*What the exercise asks*. The reply must consist of one number: how many lines of the data include the word "taken".

(Dataset entries)
★ ★ ★ ★ ★

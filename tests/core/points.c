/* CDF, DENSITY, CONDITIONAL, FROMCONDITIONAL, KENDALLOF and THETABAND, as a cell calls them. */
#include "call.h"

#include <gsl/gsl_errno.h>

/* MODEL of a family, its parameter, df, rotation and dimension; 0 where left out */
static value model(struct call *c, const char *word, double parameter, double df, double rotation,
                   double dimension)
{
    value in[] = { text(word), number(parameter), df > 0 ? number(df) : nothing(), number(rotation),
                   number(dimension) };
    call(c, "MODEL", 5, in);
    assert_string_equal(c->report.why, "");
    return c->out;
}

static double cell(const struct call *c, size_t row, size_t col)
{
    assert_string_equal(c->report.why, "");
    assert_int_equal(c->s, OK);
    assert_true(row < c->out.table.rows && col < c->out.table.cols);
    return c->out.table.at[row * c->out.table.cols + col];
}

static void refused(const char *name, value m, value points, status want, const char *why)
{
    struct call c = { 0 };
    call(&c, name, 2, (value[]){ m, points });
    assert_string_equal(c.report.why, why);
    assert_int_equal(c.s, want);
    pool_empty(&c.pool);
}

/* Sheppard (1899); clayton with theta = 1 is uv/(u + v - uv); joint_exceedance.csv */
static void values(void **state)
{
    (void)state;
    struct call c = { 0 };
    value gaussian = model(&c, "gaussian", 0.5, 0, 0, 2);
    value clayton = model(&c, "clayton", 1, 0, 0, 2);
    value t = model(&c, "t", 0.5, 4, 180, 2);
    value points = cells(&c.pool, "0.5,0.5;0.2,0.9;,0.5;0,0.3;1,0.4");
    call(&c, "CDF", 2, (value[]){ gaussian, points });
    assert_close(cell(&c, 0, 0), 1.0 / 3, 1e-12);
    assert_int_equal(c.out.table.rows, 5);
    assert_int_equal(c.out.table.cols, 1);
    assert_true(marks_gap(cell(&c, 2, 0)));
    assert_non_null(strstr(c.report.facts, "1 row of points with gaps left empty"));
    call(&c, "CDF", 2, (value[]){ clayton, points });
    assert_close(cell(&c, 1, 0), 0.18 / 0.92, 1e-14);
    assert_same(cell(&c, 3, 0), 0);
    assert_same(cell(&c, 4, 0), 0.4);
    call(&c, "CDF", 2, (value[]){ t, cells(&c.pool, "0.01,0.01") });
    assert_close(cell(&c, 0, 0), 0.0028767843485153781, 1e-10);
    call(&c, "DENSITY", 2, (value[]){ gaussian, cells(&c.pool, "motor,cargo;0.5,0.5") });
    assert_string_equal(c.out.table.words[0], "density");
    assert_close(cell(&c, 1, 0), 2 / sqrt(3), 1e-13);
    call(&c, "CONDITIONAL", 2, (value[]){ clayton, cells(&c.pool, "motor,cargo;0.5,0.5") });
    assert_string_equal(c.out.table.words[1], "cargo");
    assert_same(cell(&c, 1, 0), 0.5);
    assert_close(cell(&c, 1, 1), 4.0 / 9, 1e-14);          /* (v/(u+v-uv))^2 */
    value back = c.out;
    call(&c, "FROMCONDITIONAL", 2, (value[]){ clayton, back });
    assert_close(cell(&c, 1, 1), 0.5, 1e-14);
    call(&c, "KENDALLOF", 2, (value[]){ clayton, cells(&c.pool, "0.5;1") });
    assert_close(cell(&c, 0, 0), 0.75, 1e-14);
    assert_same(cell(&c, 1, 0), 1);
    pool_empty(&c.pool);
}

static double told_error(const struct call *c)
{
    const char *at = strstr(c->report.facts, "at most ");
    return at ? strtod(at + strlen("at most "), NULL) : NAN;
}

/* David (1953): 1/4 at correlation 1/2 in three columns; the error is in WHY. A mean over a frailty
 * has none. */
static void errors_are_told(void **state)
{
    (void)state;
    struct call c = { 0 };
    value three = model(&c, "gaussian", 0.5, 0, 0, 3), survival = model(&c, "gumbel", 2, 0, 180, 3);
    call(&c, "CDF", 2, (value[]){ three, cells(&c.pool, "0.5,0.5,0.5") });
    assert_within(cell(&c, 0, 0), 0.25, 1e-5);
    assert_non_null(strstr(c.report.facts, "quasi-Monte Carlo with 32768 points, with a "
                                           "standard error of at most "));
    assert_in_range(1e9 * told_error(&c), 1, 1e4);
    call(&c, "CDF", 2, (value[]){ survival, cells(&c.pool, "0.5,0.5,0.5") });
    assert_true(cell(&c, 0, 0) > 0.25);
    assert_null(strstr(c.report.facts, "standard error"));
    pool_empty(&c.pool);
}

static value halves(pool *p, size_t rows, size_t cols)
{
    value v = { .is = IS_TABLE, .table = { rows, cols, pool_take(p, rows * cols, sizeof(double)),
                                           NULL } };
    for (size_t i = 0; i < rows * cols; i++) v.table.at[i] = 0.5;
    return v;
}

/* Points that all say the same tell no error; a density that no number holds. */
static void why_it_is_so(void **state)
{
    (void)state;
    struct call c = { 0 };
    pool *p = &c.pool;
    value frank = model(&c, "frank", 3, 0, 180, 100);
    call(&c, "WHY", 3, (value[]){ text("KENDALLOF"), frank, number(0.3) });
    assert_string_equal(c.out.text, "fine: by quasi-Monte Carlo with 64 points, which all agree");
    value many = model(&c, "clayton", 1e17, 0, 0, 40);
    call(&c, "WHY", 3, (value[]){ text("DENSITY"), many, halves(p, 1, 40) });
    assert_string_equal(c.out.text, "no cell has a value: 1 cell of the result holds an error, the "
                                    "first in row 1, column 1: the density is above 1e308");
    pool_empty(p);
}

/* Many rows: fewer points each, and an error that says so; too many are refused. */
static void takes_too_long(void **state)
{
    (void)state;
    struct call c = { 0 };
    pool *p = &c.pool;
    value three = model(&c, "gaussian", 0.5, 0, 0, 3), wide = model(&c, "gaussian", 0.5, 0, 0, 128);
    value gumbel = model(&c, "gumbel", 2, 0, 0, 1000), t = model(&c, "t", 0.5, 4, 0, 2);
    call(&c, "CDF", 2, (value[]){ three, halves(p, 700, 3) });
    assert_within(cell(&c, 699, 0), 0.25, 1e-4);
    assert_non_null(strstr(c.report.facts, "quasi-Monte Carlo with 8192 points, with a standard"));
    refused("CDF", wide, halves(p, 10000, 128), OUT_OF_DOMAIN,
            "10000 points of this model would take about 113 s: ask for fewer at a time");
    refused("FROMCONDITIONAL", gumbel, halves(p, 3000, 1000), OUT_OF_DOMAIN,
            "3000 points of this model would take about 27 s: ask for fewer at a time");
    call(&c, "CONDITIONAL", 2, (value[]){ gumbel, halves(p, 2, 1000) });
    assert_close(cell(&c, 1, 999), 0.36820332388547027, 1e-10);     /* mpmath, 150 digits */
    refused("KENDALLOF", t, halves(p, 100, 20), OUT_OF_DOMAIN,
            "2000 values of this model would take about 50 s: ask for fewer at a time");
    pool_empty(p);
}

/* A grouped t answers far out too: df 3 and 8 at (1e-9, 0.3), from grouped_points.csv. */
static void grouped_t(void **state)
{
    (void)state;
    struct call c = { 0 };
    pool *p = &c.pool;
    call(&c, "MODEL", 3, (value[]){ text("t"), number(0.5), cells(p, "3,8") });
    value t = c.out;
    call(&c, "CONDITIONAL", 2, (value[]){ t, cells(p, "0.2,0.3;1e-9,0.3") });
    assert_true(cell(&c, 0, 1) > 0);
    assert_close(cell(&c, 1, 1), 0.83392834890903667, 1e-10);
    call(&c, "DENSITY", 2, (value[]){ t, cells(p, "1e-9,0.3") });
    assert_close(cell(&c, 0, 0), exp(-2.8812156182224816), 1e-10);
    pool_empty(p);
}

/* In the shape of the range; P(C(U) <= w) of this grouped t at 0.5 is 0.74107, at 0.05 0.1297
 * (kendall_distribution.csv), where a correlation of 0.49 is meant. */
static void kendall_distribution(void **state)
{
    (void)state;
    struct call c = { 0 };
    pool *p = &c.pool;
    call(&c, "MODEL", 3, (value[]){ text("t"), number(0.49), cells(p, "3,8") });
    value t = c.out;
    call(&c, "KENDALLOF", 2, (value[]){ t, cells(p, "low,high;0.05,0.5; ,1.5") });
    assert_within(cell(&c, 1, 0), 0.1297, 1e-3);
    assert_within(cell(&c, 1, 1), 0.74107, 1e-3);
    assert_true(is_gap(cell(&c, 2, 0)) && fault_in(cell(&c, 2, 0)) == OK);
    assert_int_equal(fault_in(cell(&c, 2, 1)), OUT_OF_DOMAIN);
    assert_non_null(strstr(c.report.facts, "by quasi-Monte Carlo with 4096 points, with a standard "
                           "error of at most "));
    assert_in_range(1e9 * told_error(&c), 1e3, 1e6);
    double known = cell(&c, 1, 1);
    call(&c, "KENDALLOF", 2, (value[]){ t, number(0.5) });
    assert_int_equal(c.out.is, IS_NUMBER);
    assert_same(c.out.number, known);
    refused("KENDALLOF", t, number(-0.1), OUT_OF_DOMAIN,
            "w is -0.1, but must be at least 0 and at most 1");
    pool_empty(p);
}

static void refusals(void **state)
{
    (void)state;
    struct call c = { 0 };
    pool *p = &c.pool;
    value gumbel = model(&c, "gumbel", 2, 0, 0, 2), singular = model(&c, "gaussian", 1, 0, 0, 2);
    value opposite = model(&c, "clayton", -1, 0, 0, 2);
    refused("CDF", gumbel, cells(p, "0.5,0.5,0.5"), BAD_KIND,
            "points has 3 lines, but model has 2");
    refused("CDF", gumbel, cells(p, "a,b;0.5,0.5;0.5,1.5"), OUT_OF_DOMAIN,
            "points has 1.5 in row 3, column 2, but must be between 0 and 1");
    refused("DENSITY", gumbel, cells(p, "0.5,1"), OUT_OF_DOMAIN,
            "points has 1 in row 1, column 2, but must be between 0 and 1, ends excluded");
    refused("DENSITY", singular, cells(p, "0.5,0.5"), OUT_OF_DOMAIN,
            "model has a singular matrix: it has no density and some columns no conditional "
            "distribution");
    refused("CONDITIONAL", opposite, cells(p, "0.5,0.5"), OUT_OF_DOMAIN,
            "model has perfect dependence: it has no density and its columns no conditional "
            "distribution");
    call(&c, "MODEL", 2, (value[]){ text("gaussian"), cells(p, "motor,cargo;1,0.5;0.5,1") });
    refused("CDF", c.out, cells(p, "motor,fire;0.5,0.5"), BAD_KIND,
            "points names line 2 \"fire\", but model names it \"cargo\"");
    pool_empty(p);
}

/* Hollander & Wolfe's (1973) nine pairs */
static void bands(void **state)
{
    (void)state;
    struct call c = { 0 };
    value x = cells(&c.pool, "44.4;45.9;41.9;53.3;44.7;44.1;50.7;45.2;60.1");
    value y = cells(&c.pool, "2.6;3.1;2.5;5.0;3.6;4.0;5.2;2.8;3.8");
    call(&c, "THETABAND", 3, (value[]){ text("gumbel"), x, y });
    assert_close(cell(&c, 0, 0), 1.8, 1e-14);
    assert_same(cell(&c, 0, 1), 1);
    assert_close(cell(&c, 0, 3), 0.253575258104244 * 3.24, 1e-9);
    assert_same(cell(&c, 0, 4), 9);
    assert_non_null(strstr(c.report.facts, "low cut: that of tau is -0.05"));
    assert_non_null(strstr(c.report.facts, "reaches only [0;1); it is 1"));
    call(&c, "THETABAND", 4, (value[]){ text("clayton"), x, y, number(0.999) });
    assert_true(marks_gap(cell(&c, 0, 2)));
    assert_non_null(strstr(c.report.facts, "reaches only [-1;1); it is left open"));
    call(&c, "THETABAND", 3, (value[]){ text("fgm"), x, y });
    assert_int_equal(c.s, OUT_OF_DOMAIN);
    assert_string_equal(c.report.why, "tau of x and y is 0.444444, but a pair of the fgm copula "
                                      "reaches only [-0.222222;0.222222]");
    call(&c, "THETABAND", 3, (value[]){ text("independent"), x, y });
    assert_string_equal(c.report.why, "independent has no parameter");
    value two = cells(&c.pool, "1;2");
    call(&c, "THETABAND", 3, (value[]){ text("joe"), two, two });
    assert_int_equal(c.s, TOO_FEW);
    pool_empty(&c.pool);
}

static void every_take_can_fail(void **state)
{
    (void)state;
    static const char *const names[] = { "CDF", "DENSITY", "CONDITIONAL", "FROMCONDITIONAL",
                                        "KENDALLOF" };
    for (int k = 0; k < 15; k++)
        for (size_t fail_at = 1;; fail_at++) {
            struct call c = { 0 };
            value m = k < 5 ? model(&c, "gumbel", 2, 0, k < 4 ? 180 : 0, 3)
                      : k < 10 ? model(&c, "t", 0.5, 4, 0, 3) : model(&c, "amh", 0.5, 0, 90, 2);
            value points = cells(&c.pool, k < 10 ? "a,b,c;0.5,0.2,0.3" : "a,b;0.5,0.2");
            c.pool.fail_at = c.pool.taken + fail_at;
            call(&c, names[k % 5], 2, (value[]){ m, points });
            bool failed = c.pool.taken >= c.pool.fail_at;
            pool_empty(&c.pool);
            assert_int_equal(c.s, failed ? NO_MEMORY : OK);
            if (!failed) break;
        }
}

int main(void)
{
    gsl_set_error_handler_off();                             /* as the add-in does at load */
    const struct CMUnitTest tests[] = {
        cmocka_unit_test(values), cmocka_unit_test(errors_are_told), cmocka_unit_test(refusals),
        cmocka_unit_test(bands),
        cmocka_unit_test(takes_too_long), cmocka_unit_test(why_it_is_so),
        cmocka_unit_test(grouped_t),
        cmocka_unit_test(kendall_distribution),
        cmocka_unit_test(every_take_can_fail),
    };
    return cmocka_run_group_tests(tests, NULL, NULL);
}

★ ★ ★ ★ ★

*Response to the task*. 2